Save Your Computers From Being Gutted by Chinese Malware Fireball

This adware is targeting Asian countries to make money through advertisements in the browser

You're reading Entrepreneur India, an international franchise of Entrepreneur Media.

There are many types of malware that can make the systems vulnerable to their attack. Malware attack seems to make headline every month for all the wrong reasons. A few weeks back it was WannaCry ransomware attack that was in the news because it had infected over 150 countries and 200,000 computer systems worldwide. Recently, a security firm Check Point discovered that a high volume Chinese threat operation has infected over 250 million computers worldwide and 20 % of corporate networks. The installed Chinese malware called Fireball has taken over target browsers and turns them into zombies. The firm also said that the top infected countries by the malware are India (10.1%) and Brazil (9.6%)


The recent cyber attacks have again raised the topic of protecting the system against any kind of malware in the future. Entrepreneur India spoke to Manan Shah, Founder & CEO, Avalance Global Solutions and Mohan Gandhi,CEO at Entersoft Security to understand how different Chinese Fireball is from WannaCry and steps to save the infected systems.

Malware's Key Purpose Is To Make Money Through Browser Advertisements

Gandhi explained that the Fireball malware is a threat to Indian consumers and it makes ad revenues by hijacking browsers of the users. Although Fireball malware is currently a browser hijacker, it has potential to be executed as a full blown malware to encrypt, control user machines remotely and even to launch DDOS attacks.

"Currently, India stands as the most affected nation by Fireball, as per Checkpoint records. Also, it makes sense for Fireball to look at targeting Asian countries predominantly as the malware's key purpose is to make money through advertisements in the browser. Run as a campaign directly or indirectly through Rafotech, all the advertising campaigns are targeting for ad impressions in Asia," he said.

However, he further added that removing this malware is a pretty easy process.

"Users can manually remove infected malware from the Windows and Mac OS machines. Latest anti-viruses have updated malware signatures required for combating Fireball," he said.

India Hasn't Seen Any Cases Of Encryption From Fireball

As per Gandhi, WannaCry is significantly different from Fireball.
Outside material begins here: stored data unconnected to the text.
def _period_means(table: np.ndarray, start_minute: np.ndarray, minutes: np.ndarray) -> np.ndarray:
    """Return the mean of a (week minutes, k) table over each period (cumulative sums)."""
    cs = np.vstack([np.zeros((1, table.shape[1])), np.cumsum(np.vstack([table, table]), 0)])
    s = np.asarray(start_minute, dtype=np.int64) % MINUTES_PER_WEEK
    n = np.maximum(np.asarray(minutes, dtype=np.int64), 1)
    return (cs[s + n] - cs[s]) / n[:, None]


@dataclass
class Design:
    """The linear design of the count model: ``E[count] = Z @ theta``."""

    Z: np.ndarray  # (periods, 1 + fitted categories)
    y: np.ndarray
    full: np.ndarray  # (periods, 1 + all categories): baseline and every category column
    categories: list[str]  # fitted categories, in profile order
    not_fitted: list[str]  # categories with no placed site within their radius
    sites_near: dict[str, int]  # category -> number of placed sites within its influence
    periods: pd.DataFrame  # the counting periods used, with their site's edge
    #: with --fit-baseline: the road class held at its baseline, and the classes fitted
    fixed_class: str | None = None
    classes: list[str] = field(default_factory=list)

    @property
    def terms(self) -> list[str]:
        """Return the names of the columns of ``Z`` (the first one is the scale)."""
        first = f"baseline:{self.fixed_class}" if self.fixed_class else "baseline"
        return [first, *(f"baseline:{c}" for c in self.classes), *self.categories]

    def column(self, name: str) -> int:
        """Return the column of ``Z`` of a category or ``baseline:<class>``."""
        return self.terms.index(name)


def build_design(
    net: Any, counts: pd.DataFrame, placement: Placement, *, fit_baseline: bool = False
) -> Design:
    """Return the design matrix of the periods at placed sites (see the module docstring).

    With ``fit_baseline`` the baseline column is split by road class (classes with a
    baseline above zero at some site): the class with the most sites stays fixed (it sets
    the units) and every other class gets a fitted multiplier on its baseline.
    """
    from routerisk.analysis.scoring import minute_of_week

    prof = net.profile
    placed = placement.sites[placement.sites["placed"]]
    per = counts.merge(placed[["site", "edge", "distance_m"]], on="site", how="inner")
    per = per.reset_index(drop=True)
    edges = net.edges
    rows = per["edge"].to_numpy()
    starts = pd.DatetimeIndex(
        [t.astimezone(net.timezone).replace(tzinfo=None) for t in per["start"]]
    )
    mins = np.rint(per["hours"].to_numpy() * 60).astype(np.int64)
    mult = period_multipliers(prof, minute_of_week(starts), mins)
    hours = per["hours"].to_numpy(dtype=float)
    # the baseline as scoring applies it: times its time profile over the period's minutes
    base = (
        edges["baseline"].to_numpy(dtype=float)[rows]
        * hours
        * baseline_multipliers(prof, minute_of_week(starts), mins)
    )
    cats = list(prof.category_names)
    exp = np.column_stack([edges[f"exp_{c}"].to_numpy(dtype=float)[rows] for c in cats])
    full = np.column_stack([base, hours[:, None] * mult * exp])
    site_exp = pd.DataFrame(exp > 0, columns=cats).assign(site=per["site"]).groupby("site").any()
    near = {c: int(site_exp[c].sum()) for c in cats}
    fitted = [c for c in cats if near[c] > 0]
    keep = [0] + [1 + cats.index(c) for c in fitted]
    z = full[:, keep]
    fixed, classes = None, []
    if fit_baseline:
        road = edges["highway"].astype(str).to_numpy()[rows]
        live = base > 0
        by_sites = per[live].assign(road=road[live]).groupby("road")["site"].nunique()
        if len(by_sites) == 0:
            raise CountsError(
                "no count site is on a street with a baseline above zero", field="--fit-baseline"
            )
        ranked = sorted(by_sites.items(), key=lambda kv: (-kv[1], kv[0]))
        fixed = str(ranked[0][0])
        classes = sorted(str(k) for k, _ in ranked[1:])
        cols = [np.where(road == fixed, base, 0.0)]
        cols += [np.where(road == c, base, 0.0) for c in classes]
        z = np.column_stack([*cols, z[:, 1:]])
    return Design(
        z,
        per["count"].to_numpy(dtype=float),
        full,
        fitted,
        [c for c in cats if c not in fitted],
        near,
        per,
        fixed,
        classes,
    )


def check_design(design: Design, *, path: str | Path | None = None) -> None:
    """Refuse a design that cannot be fitted: too few sites, or terms never apart."""
    n_sites = int(design.periods["site"].nunique())
    k = design.Z.shape[1]
    if n_sites < k:
        extra = f" and {len(design.classes)} road-class baselines" if design.classes else ""
        raise CountsError(
            f"{n_sites} sites were placed on the network but fitting the scale, "
            f"{len(design.categories)} weights ({', '.join(design.categories) or 'none'})"
            f"{extra} needs at least {k} "
            "sites (more, spread over the categories and hours, for useful intervals)",
            path=path,
            field="site",
        )
    names = design.terms
    norm = np.linalg.norm(design.Z, axis=0)
    if (norm == 0).any():
        raise CountsError(
            f"the {names[int(np.flatnonzero(norm == 0)[0])]} term is zero at every count",
            path=path,
            field="categories",
        )
    zn = design.Z / norm
    if np.linalg.matrix_rank(zn, tol=1e-9 * max(zn.shape)) < k:
        cos = zn.T @ zn
        np.fill_diagonal(cos, 0)
        i, j = np.unravel_index(int(np.argmax(cos)), cos.shape)
        if cos[i, j] > 1 - 1e-9:
            what = f"{names[min(i, j)]!r} and {names[max(i, j)]!r} are never apart"
        else:
            _, _, vt = np.linalg.svd(zn)
            nz = [names[t] for t in np.flatnonzero(np.abs(vt[-1]) > 1e-6)]
            what = f"{', '.join(map(repr, nz))} are never apart (one is a mix of the others)"
        raise CountsError(
            f"the design is singular: {what} at the count sites and hours; "
            "add sites where they differ, or fix one weight",
            path=path,
            field="categories",
        )


# ----------------------------------------------------------------------------- fitting


@dataclass
class Fit:
    """Maximum-likelihood fit of ``E[y] = Z @ theta`` with ``theta >= 0``."""

    family: str  # "poisson" | "negative binomial"
    theta: np.ndarray
    cov: np.ndarray  # observed-information covariance (free parameters; 0 rows at bounds)
    at_bound: np.ndarray  # bool: parameter held at 0
    alpha: float  # NB2 dispersion (0 for Poisson)
    loglik: float
    mu: np.ndarray
    iterations: int

    @property
    def se(self) -> np.ndarray:
        """Return the standard errors (0 for a parameter held at its bound)."""
        return np.sqrt(np.clip(np.diag(self.cov), 0, None))


def loglik(y: np.ndarray, mu: np.ndarray, alpha: float = 0.0) -> float:
    """Return the Poisson (alpha 0) or NB2 log-likelihood of counts ``y`` with means ``mu``."""
    from scipy.special import gammaln

    mu = np.maximum(mu, 1e-300)
    if alpha <= 0:
        return float(np.sum(y * np.log(mu) - mu - gammaln(y + 1)))
    r = 1.0 / alpha
    return float(
        np.sum(
            gammaln(y + r)
            - gammaln(r)
            - gammaln(y + 1)
            + y * np.log(alpha * mu / (1 + alpha * mu))
            - r * np.log1p(alpha * mu)
        )
    )


def _information(
    Z: np.ndarray, y: np.ndarray, mu: np.ndarray, alpha: float, *, observed: bool
) -> np.ndarray:
    if observed:  # minus the Hessian of the log-likelihood in theta
        w = y / mu**2 - alpha * (alpha * y + 1) / (1 + alpha * mu) ** 2
    else:  # expected (Fisher) information
        w = 1.0 / (mu * (1 + alpha * mu))
    return (Z * w[:, None]).T @ Z


def _newton_step(
    Z: np.ndarray,
    y: np.ndarray,
    mu: np.ndarray,
    alpha: float,
    info: np.ndarray,
    grad: np.ndarray,
    free: np.ndarray,
) -> np.ndarray:
    """Return the (Newton or scoring) step on the free parameters, zero elsewhere."""
    step = np.zeros(len(grad))
    if not free.any():
        return step
    sub = info[np.ix_(free, free)]
    try:
        if np.linalg.eigvalsh(sub).min() <= 0:
            raise np.linalg.LinAlgError
        step[free] = np.linalg.solve(sub, grad[free])
    except np.linalg.LinAlgError:
        sub = _information(Z, y, mu, alpha, observed=False)[np.ix_(free, free)]
        step[free] = np.linalg.lstsq(sub, grad[free], rcond=None)[0]
    return step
WannaCry has shown significant losses to the users by encrypting the important information. Fireball takes over the browser by installing plugins to help digital agencies make money through adware.

"India hasn't seen any cases of encryption from Fireball. There was extortion in WannaCry and Fireball doesn't necessarily ask ransom from users. It makes money on its own," he added.

The New Adware Operates Silently

Shah feels the new type of adware is relatively difficult to recognize and tackle as users most often do not even realize its presence. The adware operates silently, by altering the search engine or the home page and while the changes are noticeable, users are likely to attribute it to the new design rather than treat it as a threat. Also, the nature of the adware, as it comes with licenses, makes it difficult to prove it as a threat and a hack.

Shah further shared tips in order to check if your system is infected with this malware or not.

"Open your browser and check if the homepage or search engine has been changed automatically. If it has been changed then there are chances that your system is infected with the malware. In this case, go the Control Panel from Windows and select Programs and Feature list. Search for the suspicious looking adware from it and then delete it," he explained.

He further stressed that the WannaCry Ransomware is a kind of cyber attack that involves hackers taking control of a computer system and blocking access to it until a ransom is paid. Whereas, the Fireball malware is designed to hijack browsers to change the default search engine and track their web traffic.